# wolf pic



## Kingfisher (Jul 25, 2008)

this just to stir the pot, like a troublesome old spoon. had some little blurb about outlaws consortium united, some sort of rebel group and taking matters into hand, etc...[attachment=0:13kqjek5]IMG_1270.jpg[/attachment:13kqjek5]

sent by a friend as is always the case, dont know if fact or fiction


----------



## Mojo1 (Sep 8, 2007)

Nice Coyotes!


----------



## Bo0YaA (Sep 29, 2008)

Well one fact is there are a few dead dogs hanging from the line lol


----------



## bullsnot (Aug 10, 2010)

Amazing how one can enhance a picture so well that is over 100 years old! I like the photoshopped ATV to make it look current. Nice pic!


----------



## TEX-O-BOB (Sep 12, 2007)

They need to kill about 5,991 more...


----------



## TAK (Sep 9, 2007)

bullsnot said:


> Amazing how one can enhance a picture so well that is over 100 years old! I like the photoshopped ATV to make it look current. Nice pic!


Ya sure? Look at the wheeler tracks? Also the gas can? and on the right the cooler?


----------



## bullsnot (Aug 10, 2010)

TAK said:


> bullsnot said:
> 
> 
> > Amazing how one can enhance a picture so well that is over 100 years old! I like the photoshopped ATV to make it look current. Nice pic!
> ...


Well it can't be a recent pic.....since wolf hunting isn't legal now. :O•-:


----------



## Loke (Sep 7, 2007)

I know that guy. It is North Slope with a bunch of chihuahuas that he shot. with his new bow.


----------



## north slope (Sep 8, 2007)

Loke said:


> I know that guy. It is North Slope with a bunch of chihuahuas that he shot. with his new bow.


I don't have my new bow yet, but when I do get it.........


----------



## .45 (Sep 21, 2007)

TAK said:


> bullsnot said:
> 
> 
> > Amazing how one can enhance a picture so well that is over 100 years old! I like the photoshopped ATV to make it look current.
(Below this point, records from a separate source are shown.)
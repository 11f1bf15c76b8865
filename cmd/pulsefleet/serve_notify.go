package main

import (
	"context"
	"flag"
	"fmt"
	"log/slog"
	"net/url"
	"os"
	"strings"
	"time"

	"github.com/prometheus/client_golang/prometheus"

	"github.com/pulsefleet/pulsefleet/internal/notify"
	"github.com/pulsefleet/pulsefleet/internal/store"
)

// notifyConfig is the Alertmanager part of serve's configuration (embedded
// in serveConfig; YAML keys are the flag names with _ for -).
type notifyConfig struct {
	Alertmanager          []string `yaml:"alertmanager"`
	AlertmanagerCAFile    string   `yaml:"alertmanager_ca_file"`
	AlertmanagerBasicAuth string   `yaml:"alertmanager_basic_auth_file"`
	AlertmanagerBearer    string   `yaml:"alertmanager_bearer_file"`
	ExternalURL           string   `yaml:"external_url"`
	// AlertmanagerHold: see notify.Options.Hold.
	AlertmanagerHold time.Duration `yaml:"alertmanager_hold"`
}

func (c *notifyConfig) flags(fs *flag.FlagSet) {
	fs.Var((*urlsFlag)(&c.Alertmanager), "alertmanager", "comma-separated Alertmanager URLs (http[s]://HOST:PORT[/PREFIX]); announced, escalated and ended alarm episodes are posted to every one "+
		"(API v2) from a durable outbox in the store; none = no notifications")
	fs.StringVar(&c.AlertmanagerCAFile, "alertmanager-ca-file", c.AlertmanagerCAFile, "CA file (PEM) that signs the Alertmanagers' certificates (https URLs); default: the system's")
	fs.StringVar(&c.AlertmanagerBasicAuth, "alertmanager-basic-auth-file", c.AlertmanagerBasicAuth, "file holding USER:PASSWORD on its first line, for Alertmanager's basic authentication (read again for every request)")
	fs.StringVar(&c.AlertmanagerBearer, "alertmanager-bearer-file", c.AlertmanagerBearer, "file holding a bearer token on its first line, for Alertmanager (read again for every request)")
	fs.DurationVar(&c.AlertmanagerHold, "alertmanager-hold", c.AlertmanagerHold, "how long an alarm that ended before Alertmanager ever had it (Alertmanager or this gateway was down) is sent as firing, "+
		"marked delivered_late, before its resolution: Alertmanager never notifies an alert that arrives resolved; "+notify.MinHold.String()+".."+notify.MaxHold.String()+", keep it above the routes' group_wait")
	fs.StringVar(&c.ExternalURL, "external-url", c.ExternalURL, "URL at which people reach this gateway's web page, for the device-page link in notifications (default: the --http-listen address)")
}

func (c *notifyConfig) validate() error {
	for _, u := range c.Alertmanager {
		if _, err := notify.ParseURL(u); err != nil {
			return err
		}
	}
	if len(c.Alertmanager) == 0 && (c.AlertmanagerCAFile != "" || c.AlertmanagerBasicAuth != "" || c.AlertmanagerBearer != "") {
		return fmt.Errorf("alertmanager-ca-file, alertmanager-basic-auth-file, alertmanager-bearer-file: given without --alertmanager")
	}
	if err := notify.CheckHold(c.AlertmanagerHold); err != nil {
		return err
	}
	if c.ExternalURL != "" {
		u, err := url.Parse(c.ExternalURL)
		if err != nil || (u.Scheme != "http" && u.Scheme != "https") || u.Host == "" {
			return fmt.Errorf("external-url: %q, want an http or https URL such as https://ward.example/pulsefleet", c.ExternalURL)
		}
	}
	return c.auth().Check()
}

func (c *notifyConfig) auth() notify.Auth {
	return notify.Auth{CAFile: c.AlertmanagerCAFile, BasicAuthFile: c.AlertmanagerBasicAuth, BearerFile: c.AlertmanagerBearer}
}

// startNotifier registers the notifier's metrics (always, so the series
// exist on every gateway) and, with --alertmanager, turns the store's
// outbox on and starts delivering it. The returned stop waits for the
// notifier; call it after the gateway stopped writing. Without
// --alertmanager a non-empty outbox (left by an earlier run) is reported.
func startNotifier(c serveConfig, db *store.DB, reg prometheus.Registerer, log *slog.Logger, pageBase string) (func(), error) {
	m, err := notify.NewMetrics(reg)
	if err != nil {
		return nil, err
	}
	if len(c.Alertmanager) == 0 {
		if _, n, err := db.Outbox(0); err == nil && n > 0 {
			log.Warn("notifications wait in the store's outbox, but no --alertmanager is given: they are not delivered", "queued", n)
		}
		return func() {}, nil
	}
	gw := c.Self
	if gw == "" && len(c.Etcd) > 0 {
		gw = c.Advertise // a fleet on etcd names its gateways so
	}
	if gw == "" {
		gw, _ = os.Hostname()
	}
	if c.ExternalURL != "" {
		pageBase = c.ExternalURL
	}
	n, err := notify.New(notify.Options{URLs: c.Alertmanager, Auth: c.auth(), Store: db, Gateway: gw, PageBase: pageBase, Fleet: len(c.Etcd) > 0,
		Hold: c.AlertmanagerHold, Metrics: m, Logger: log.With("component", "notify")})
	if err != nil {
		return nil, err
	}
	db.EnableOutbox(n.Kick)
	ctx, cancel := context.WithCancel(context.Background())
	done := make(chan struct{})
	go func() {
		defer close(done)
		if err := n.Run(ctx); err != nil {
			log.Error("notifications stopped", "err", err)
		}
	}()
	log.Info("notifications on", "alertmanager", strings.Join(n.Targets(), ","), "resend_every", "1m", "hold", c.AlertmanagerHold)
	return func() { cancel(); <-done }, nil
}

// urlsFlag is a comma-separated list of URLs that prints back the same way.
type urlsFlag []string

func (p *urlsFlag) String() string { return strings.Join(*p, ",") }

func (p *urlsFlag) Set(v string) error {
	*p = nil
	for _, s := range strings.Split(v, ",") {
		if s = strings.TrimSpace(s); s != "" {
			*p = append(*p, s)
		}
	}
	return nil
}
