package main

import (
	"context"
	"errors"
	"flag"
	"fmt"
	"io"
	"os"
	"os/user"
	"strings"
	"time"

	"google.golang.org/grpc"

	"github.com/pulsefleet/pulsefleet/internal/auth"
	"github.com/pulsefleet/pulsefleet/internal/store"
	pb "github.com/pulsefleet/pulsefleet/proto/pulsefleet/v1"
)

const tokenSummary = `Manage credentials: bearer tokens for devices and operators.

  pulsefleet token issue  (--data DIR | --gateway ADDR) --device ID
  pulsefleet token issue  (--data DIR | --gateway ADDR) --operator NAME --role viewer|operator|admin
  pulsefleet token list   (--data DIR | --gateway ADDR) [--format table|json]
  pulsefleet token revoke (--data DIR | --gateway ADDR) --id TOKEN_ID

issue prints the new token once on stdout; only its SHA-256 is stored, so it
cannot be shown again (issue a new one and revoke the old). A device token
lets one device stream as itself; an operator token carries a role:
viewer reads everything, operator also acknowledges and pauses alarms, admin
also changes alarm profiles and calibrations, manages credentials and may
stream as any device (simulators, load tests).

Clients send the token as gRPC metadata "authorization: Bearer TOKEN"; the
web page asks for an operator token at /login. Once any token exists in the
store, the gateway requires one on every call (health checks and reflection
excepted); with none, a plaintext gateway on loopback runs open for
development. Every refused call, issue and revocation goes to the audit log
(see 'pulsefleet audit').

--data DIR works on a stopped gateway's store (bbolt locks the file while a
gateway runs). With the gateway running, give --gateway ADDR and an admin
token (--token or $PULSEFLEET_TOKEN). The first admin token of a fresh
installation is issued with --data before 'serve' (or, on a development
gateway that runs open, through --gateway from loopback).

In a sharded fleet each gateway has its own store: issue a device's token on
the gateway that owns it, an operator's on each.`

func init() {
	register(command{name: "token", summary: tokenSummary, run: runToken})
}

// adminAPI is what the token and audit commands need: the gateway's
// AdminService, or the same operations on a local store.
type adminAPI interface {
	IssueToken(ctx context.Context, in *pb.IssueTokenRequest, opts ...grpc.CallOption) (*pb.IssueTokenResponse, error)
	ListTokens(ctx context.Context, in *pb.ListTokensRequest, opts ...grpc.CallOption) (*pb.ListTokensResponse, error)
	RevokeToken(ctx context.Context, in *pb.RevokeTokenRequest, opts ...grpc.CallOption) (*pb.RevokeTokenResponse, error)
	ListAudit(ctx context.Context, in *pb.ListAuditRequest, opts ...grpc.CallOption) (*pb.ListAuditResponse, error)
}

// adminFlags choose the store (--data) or a running gateway (--gateway).
type adminFlags struct {
	data string
	wait time.Duration
	cf   clientFlags
}

func (a *adminFlags) register(fs *flag.FlagSet) {
	fs.StringVar(&a.data, "data", "", "data directory of a stopped gateway")
	fs.DurationVar(&a.wait, "wait", time.Second, "with --data: how long to wait for the store's lock")
	a.cf.register(fs)
}

// open connects to the chosen backend; close releases it.
func (a *adminFlags) open(ctx context.Context, write bool) (api adminAPI, cctx context.Context, close func() error, err error) {
	switch {
	case a.data != "" && a.cf.gateways != "":
		return nil, nil, nil, usagef("--data, --gateway: give one (--data for a stopped gateway's store, --gateway for a running one)")
	case a.data != "":
		db, err := store.Open(a.data, store.Options{ReadOnly: !write, Timeout: a.wait})
		if errors.Is(err, store.ErrLocked) {
			return nil, nil, nil, fmt.Errorf("%w: the gateway holds %s; use --gateway ADDR with an admin token instead of --data", err, a.data)
		}
		if err != nil {
			return nil, nil, nil, err
		}
		return &localAdmin{db: db, actor: localActor()}, ctx, db.Close, nil
	case a.cf.gateways != "":
		addrs, err := a.cf.addrs()
		if err != nil {
			return nil, nil, nil, err
		}
		if len(addrs) != 1 {
			return nil, nil, nil, usagef("--gateway: one address, got %d (each gateway of a sharded fleet has its own store)", len(addrs))
		}
		conn, err := a.cf.dial(addrs[0])
		if err != nil {
			return nil, nil, nil, err
		}
		return pb.NewAdminServiceClient(conn), a.cf.ctx(ctx), conn.Close, nil
	}
	return nil, nil, nil, usagef("--data DIR or --gateway ADDR: required")
}

// localActor names whoever runs the command on this machine, for the audit log.
func localActor() string {
	name := os.Getenv("USER")
	if u, err := user.Current(); err == nil && u.Username != "" {
		name = u.Username
	}
	if name == "" {
		name = "unknown"
	}
	return "local:" + name
}

// localAdmin performs AdminService's credential and audit operations on an
// open store (no gateway running).
type localAdmin struct {
	db    *store.DB
	actor string
}

func (l *localAdmin) IssueToken(_ context.Context, in *pb.IssueTokenRequest, _ ...grpc.CallOption) (*pb.IssueTokenResponse, error) {
	spec := auth.TokenSpec{Device: in.GetDeviceId(), Operator: in.GetOperator(), Role: auth.RoleFromProto(in.GetRole())}
	secret, t, err := auth.IssueToken(l.db, spec, l.actor, "local", time.Now())
	if err != nil {
		return nil, err
	}
	return &pb.IssueTokenResponse{Secret: secret, Token: auth.TokenProto(t)}, nil
}

func (l *localAdmin) ListTokens(context.Context, *pb.ListTokensRequest, ...grpc.CallOption) (*pb.ListTokensResponse, error) {
	ts, err := l.db.Tokens()
	if err != nil {
		return nil, err
	}
	out := &pb.ListTokensResponse{}
	for _, t := range ts {
		out.Tokens = append(out.Tokens, auth.TokenProto(t))
	}
	return out, nil
}

func (l *localAdmin) RevokeToken(_ context.Context, in *pb.RevokeTokenRequest, _ ...grpc.CallOption) (*pb.RevokeTokenResponse, error) {
	t, err := auth.RevokeToken(l.db, in.GetTokenId(), l.actor, "local", time.Now())
	if errors.Is(err, store.ErrNotFound) {
		return nil, fmt.Errorf("--id: %q is not a credential in this store (see 'pulsefleet token list')", in.GetTokenId())
	}
	if err != nil {
		return nil, err
	}
	return &pb.RevokeTokenResponse{Token: auth.TokenProto(t)}, nil
}

func (l *localAdmin) ListAudit(_ context.Context, in *pb.ListAuditRequest, _ ...grpc.CallOption) (*pb.ListAuditResponse, error) {
	es, err := l.db.Audit(in.GetFromUnixMs(), in.GetActionPrefix(), int(in.GetLimit()))
	if err != nil {
		return nil, err
	}
	out := &pb.ListAuditResponse{}
	for _, e := range es {
		out.Entries = append(out.Entries, auth.AuditProto(e))
	}
	return out, nil
}

func runToken(ctx context.Context, args []string, s stdio) error {
	if len(args) == 0 {
		return usagef("token: want a subcommand: issue, list or revoke")
	}
	sub, args := args[0], args[1:]
	switch sub {
	case "-h", "--help", "help":
		fs := newFlagSet("token", "issue|list|revoke [flags]", s.err)
		fs.Usage()
		return errHelp
	case "issue":
		return runTokenIssue(ctx, args, s)
	case "list":
		return runTokenList(ctx, args, s)
	case "revoke":
		return runTokenRevoke(ctx, args, s)
	}
	return usagef("token: unknown subcommand %q, want issue, list or revoke", sub)
}

// runTokenIssue is 'token issue': it prints the new secret once.
func runTokenIssue(ctx context.Context, args []string, s stdio) error {
	var af adminFlags
	var device, operator, role string
	fs := newFlagSet("token", "issue (--data DIR | --gateway ADDR --token ADMIN) (--device ID | --operator NAME --role ROLE)", s.err)
	af.register(fs)
	fs.StringVar(&device, "device", "", "device id: a token that lets this device stream as itself")
	fs.StringVar(&operator, "operator", "", "operator name (1..64 of A-Z a-z 0-9 . _ -): a token with --role")
	fs.StringVar(&role, "role", "", "operator role: viewer, operator or admin")
	if err := parseFlags(fs, args); err != nil {
		return err
	}
	req := &pb.IssueTokenRequest{DeviceId: device, Operator: operator}
	switch {
	case (device == "") == (operator == ""):
		return usagef("--device, --operator: give exactly one")
	case device != "" && role != "":
		return usagef("--role: only with --operator (a device token may only stream)")
	case operator != "":
		r, err := auth.ParseRole(role)
		if err != nil {
			return usagef("--role: %q, want viewer, operator or admin", role)
		}
		req.Role = auth.RoleProto(r)
	}
	api, cctx, closeFn, err := af.open(ctx, true)
	if err != nil {
		return err
	}
	defer closeFn()
	resp, err := api.IssueToken(cctx, req)
	if err != nil {
		return fmt.Errorf("issue: %w", err)
	}
	t := resp.GetToken()
	fmt.Fprintln(s.out, resp.GetSecret())
	what := "device " + t.GetSubject()
	if t.GetKind() == "operator" {
		what = "operator " + t.GetSubject() + " (" + roleName(t.GetRole()) + ")"
	}
	fmt.Fprintf(s.err, "issued credential %s for %s. The token above is shown only this once: store it now.\n", t.GetTokenId(), what)
	return nil
}

// runTokenList is 'token list'.
func runTokenList(ctx context.Context, args []string, s stdio) error {
	var af adminFlags
	var format string
	fs := newFlagSet("token", "list (--data DIR | --gateway ADDR --token ADMIN) [--format table|json]", s.err)
	af.register(fs)
	fs.StringVar(&format, "format", "table", "output: table or json")
	if err := parseFlags(fs, args); err != nil {
		return err
	}
	if format != "table" && format != "json" {
		return usagef("--format: %q, want table or json", format)
	}
	api, cctx, closeFn, err := af.open(ctx, false)
	if err != nil {
		return err
	}
	defer closeFn()
	resp, err := api.ListTokens(cctx, &pb.ListTokensRequest{})
	if err != nil {
		return fmt.Errorf("list: %w", err)
	}
	if format == "json" {
		return writeProtoJSON(s.out, resp.GetTokens())
	}
	return writeTokensTable(s.out, resp.GetTokens())
}

// runTokenRevoke is 'token revoke'.
func runTokenRevoke(ctx context.Context, args []string, s stdio) error {
	var af adminFlags
	var id string
	fs := newFlagSet("token", "revoke (--data DIR | --gateway ADDR --token ADMIN) --id TOKEN_ID", s.err)
	af.register(fs)
	fs.StringVar(&id, "id", "", "the credential's id, as 'token list' shows it (required)")
	if err := parseFlags(fs, args); err != nil {
		return err
	}
	if id == "" {
		return usagef("--id: required (see 'pulsefleet token list')")
	}
	api, cctx, closeFn, err := af.open(ctx, true)
	if err != nil {
		return err
	}
	defer closeFn()
	resp, err := api.RevokeToken(cctx, &pb.RevokeTokenRequest{TokenId: id})
	if err != nil {
		return fmt.Errorf("revoke: %w", err)
	}
	fmt.Fprintf(s.out, "revoked %s (%s %s)\n", resp.GetToken().GetTokenId(), resp.GetToken().GetKind(), resp.GetToken().GetSubject())
	return nil
}

func roleName(r pb.Role) string {
	if r == pb.Role_ROLE_UNSPECIFIED {
		return "-"
	}
	return strings.TrimPrefix(strings.ToLower(r.String()), "role_")
}

func fmtMS(ms int64) string {
	if ms == 0 {
		return "-"
	}
	return time.UnixMilli(ms).UTC().Format(time.RFC3339)
}

func writeTokensTable(w io.Writer, ts []*pb.Token) error {
	tb := newTable(w, 0, "ID", "KIND", "SUBJECT", "ROLE", "CREATED", "REVOKED", "ISSUED BY")
	for _, t := range ts {
		tb.row(t.GetTokenId(), t.GetKind(), t.GetSubject(), roleName(t.GetRole()),
			fmtMS(t.GetCreatedUnixMs()), fmtMS(t.GetRevokedUnixMs()), t.GetIssuedBy())
	}
	return tb.flush()
}
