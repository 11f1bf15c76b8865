package main

import (
	"context"
	"slices"
	"testing"
	"time"
)

// The kill window, made to happen: a device's messages 1..10 are committed
// by its gateway, which is killed (SIGKILL) before the device read any
// acknowledgement; the device resends them, and more, to the survivor.
// When the killed gateway returns it drops its copy of all ten (the
// survivor holds them), so each message is in exactly one store.
func TestFleetOnEtcdKill9ResentMessagesHeldOnce(t *testing.T) {
	if testing.Short() {
		t.Skip("process test")
	}
	f := newEtcdFleet(t, 2)
	ctx, cancel := context.WithCancel(context.Background())
	defer cancel()
	const id = "resent-0001"
	d, owner := openOwned(t, ctx, f.addrs[0], id, 10*time.Second)
	first := slices.Index(f.addrs, owner)
	t0 := time.Now().Add(-30 * time.Second).Truncate(time.Second).UnixMilli()
	for i := int64(0); i < 10; i++ {
		d.send(uint64(i+1), t0+i*1000, 97) // acknowledgements left unread
	}
	time.Sleep(2 * time.Second) // committed (the writer's batch delay is milliseconds)
	f.kill(first)
	dctx, stopDevice := context.WithCancel(ctx)
	d2, _ := openOwned(t, dctx, f.addrs[1-first], id, 20*time.Second)
	for i := int64(0); i < 15; i++ {
		d2.send(uint64(i+1), t0+i*1000, 97) // the device resends what it holds unacknowledged
	}
	for d2.acked < 15 {
		d2.recv()
	}
	stopDevice()
	f.start(t, first)
	f.waitMembers(2, 30*time.Second)
	if n := f.waitReconciled(t, first, 60*time.Second); n != 10 {
		t.Errorf("returning gateway dropped %d messages, want its 10 copies of what the survivor holds", n)
	}
	f.stopAll()
	dbs := f.openStores()
	count := map[uint64][]int{}
	for i, db := range dbs {
		rs, err := db.LedgerRanges()
		if err != nil {
			t.Fatal(err)
		}
		for _, r := range rs[id] {
			for s := r[0]; s <= r[1]; s++ {
				count[s] = append(count[s], i)
			}
		}
	}
	for s := uint64(1); s <= 15; s++ {
		if len(count[s]) != 1 || count[s][0] != 1-first {
			t.Errorf("message %d held by gateways %v, want once, by the survivor %d", s, count[s], 1-first)
		}
	}
}
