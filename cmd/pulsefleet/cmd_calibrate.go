package main

import (
	"context"
	"fmt"
	"io"
	"os"
	"path/filepath"
	"regexp"
	"strings"
	"time"

	"github.com/pulsefleet/pulsefleet/calibration"
)

const calibrateSummary = `Fit a calibration curve (SpO2 from the ratio of ratios R) to pairs recorded
beside a reference oximeter, and score it: Arms, bias, SD, Bland-Altman limits of
agreement, Arms per decade, leave-one-subject-out when pairs name subjects.
Pairs CSV: header with ratio,reference_pct and optionally subject.
'calibrate pairs --help' builds pairs from raw recordings and a reference file.`

// calibrateOptions are the flags of 'calibrate'.
type calibrateOptions struct {
	pairs, model, out, name, deviceModel, report, format string
	version                                              int
}

func init() {
	register(command{name: "calibrate", summary: calibrateSummary, run: runCalibrate})
}

func runCalibrate(ctx context.Context, args []string, s stdio) error {
	if len(args) > 0 && args[0] == "pairs" {
		return runCalibratePairs(ctx, args[1:], s)
	}
	fs := newFlagSet("calibrate", "--pairs FILE --model linear|quadratic [--out FILE] [--report DIR] [--format text|json]", s.err)
	var o calibrateOptions
	fs.StringVar(&o.pairs, "pairs", "", "pairs CSV (ratio,reference_pct[,subject]); - for standard input (required)")
	fs.StringVar(&o.model, "model", "", "curve model: linear or quadratic (required)")
	fs.StringVar(&o.out, "out", "", "write the calibration file (YAML) here; without it nothing is saved")
	fs.StringVar(&o.name, "name", "", "curve name, [a-z0-9._-] (default: from the pairs file name)")
	fs.IntVar(&o.version, "version", 1, "curve version (>= 1)")
	fs.StringVar(&o.deviceModel, "device-model", "", "device model the pairs were recorded with (optional)")
	fs.StringVar(&o.report, "report", "", "write curve.svg, bland_altman.svg (and bland_altman_loso.svg) and report.html to this directory")
	fs.StringVar(&o.format, "format", "text", "stats on standard output: text or json")
	if err := parseFlags(fs, args); err != nil {
		return err
	}
	switch {
	case o.pairs == "":
		return usagef("--pairs: required")
	case o.model != calibration.Linear && o.model != calibration.Quadratic:
		return usagef("--model: %q, want linear or quadratic", o.model)
	case o.format != "text" && o.format != "json":
		return usagef("--format: %q, want text or json", o.format)
	case o.version < 1:
		return usagef("--version: %d, want >= 1", o.version)
	}
	if o.name == "" {
		o.name = nameFromPath(o.pairs)
	}
	pairs, err := readPairsFile(o.pairs, s.in)
	if err != nil {
		return err
	}
	res, err := calibration.Calibrate(pairs, calibration.FitOptions{
		Model: o.model, Name: o.name, Version: o.version, DeviceModel: o.deviceModel,
		FittedAt: time.Now().UTC().Format(time.RFC3339),
	})
	if err != nil {
		return fmt.Errorf("%s: %w", o.pairs, err)
	}
	if o.out != "" {
		data, err := res.Curve.Marshal()
		if err != nil {
			return err
		}
		if err := os.WriteFile(o.out, data, 0o644); err != nil {
			return fmt.Errorf("write calibration: %w", err)
		}
	}
	if o.report != "" {
		if err := writeCalibrationReport(o.report, res); err != nil {
			return err
		}
	}
	if o.format == "json" {
		return res.WriteJSON(s.out)
	}
	if err := res.WriteText(s.out); err != nil {
		return err
	}
	if o.out != "" {
		fmt.Fprintf(s.out, "\ncalibration file: %s\n", o.out)
	} else {
		fmt.Fprintln(s.out, "\n(no --out: the calibration file was not written)")
	}
	if o.report != "" {
		fmt.Fprintf(s.out, "report: %s\n", filepath.Join(o.report, "report.html"))
	}
	return nil
}

func readPairsFile(path string, stdin io.Reader) ([]calibration.Pair, error) {
	if path == "-" {
		p, err := calibration.ReadPairs(stdin)
		if err != nil {
			return nil, fmt.Errorf("standard input: %w", err)
		}
		return p, nil
	}
	f, err := os.Open(path)
	if err != nil {
		return nil, err
	}
	defer f.Close()
	p, err := calibration.ReadPairs(f)
	if err != nil {
		return nil, fmt.Errorf("%s: %w", path, err)
	}
	return p, nil
}

var notNameChar = regexp.MustCompile(`[^a-z0-9._-]+`)

// nameFromPath derives a valid curve name from a file name.
func nameFromPath(path string) string {
	base := strings.TrimSuffix(filepath.Base(path), filepath.Ext(path))
	n := strings.Trim(notNameChar.ReplaceAllString(strings.ToLower(base), "-"), "-.")
	if n == "" {
		n = "calibration"
	}
	if len(n) > 64 {
		n = n[:64]
	}
	return n
}

// writeCalibrationReport writes the plots and the HTML summary into dir.
func writeCalibrationReport(dir string, res *calibration.Result) error {
	if err := os.MkdirAll(dir, 0o755); err != nil {
		return fmt.Errorf("report: %w", err)
	}
	files := map[string]func(io.Writer) error{
		"curve.svg":        res.WriteCurveSVG,
		"bland_altman.svg": func(w io.Writer) error { return res.WriteBlandAltmanSVG(w, false) },
		"report.html":      res.WriteHTML,
	}
	if res.LOSO != nil {
		files["bland_altman_loso.svg"] = func(w io.Writer) error { return res.WriteBlandAltmanSVG(w, true) }
	}
	for name, write := range files {
		if err := writeFileWith(filepath.Join(dir, name), write); err != nil {
			return fmt.Errorf("report: %w", err)
		}
	}
	return nil
}

func writeFileWith(path string, write func(io.Writer) error) error {
	f, err := os.Create(path)
	if err != nil {
		return err
	}
	if err := write(f); err != nil {
		f.Close()
		return fmt.Errorf("%s: %w", path, err)
	}
	return f.Close()
}

func runCalibratePairs(ctx context.Context, args []string, s stdio) error {
	return fmt.Errorf("calibrate pairs: not available yet (waits for the estimator package)")
}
Nice pic!
> ...


And a scope, bi-pod and a wristwatch....neat photo though...


----------



## wyogoob (Sep 7, 2007)

.45 said:


> TAK said:
> 
> 
> > bullsnot said:
> ...


yeah, yeah, good eye

Winchester model 70 serial #V1652230B14


----------



## goofy elk (Dec 16, 2007)

I heard a year ago or so, I posted it somewhere, a few hounds men that lost their
hound packs to wolves swore they were going to dedicate the rest of there
lives to killing wolves.........................Sure has that look to it too me..


----------



## 2-Fer (Oct 29, 2007)

And God bless them for it to.


----------



## yfzduner450 (Dec 28, 2009)

Wolf hunting is still legal in alaska and parts of Canada and should still be in the US.


----------



## TAK (Sep 9, 2007)

.45 said:


> TAK said:
> 
> 
> > bullsnot said:
> ...


What about the Wall tent? Or the tarp? And the Screen Printed Gators?


----------



## bullsnot (Aug 10, 2010)

TAK said:


> .45 said:
> 
> 
> > TAK said:
> ...


Guys....I was kidding. :O•-:


----------



## Bo0YaA (Sep 29, 2008)

That's not allowed here man haven't you learned that yet lol I knew you were but some peeps are just ready to pounce on ya if you aren't perfectly clear it was sarcasm.


----------



## GaryFish (Sep 7, 2007)

I love the pic, and all the photo-chopped comments! Keep em coming! 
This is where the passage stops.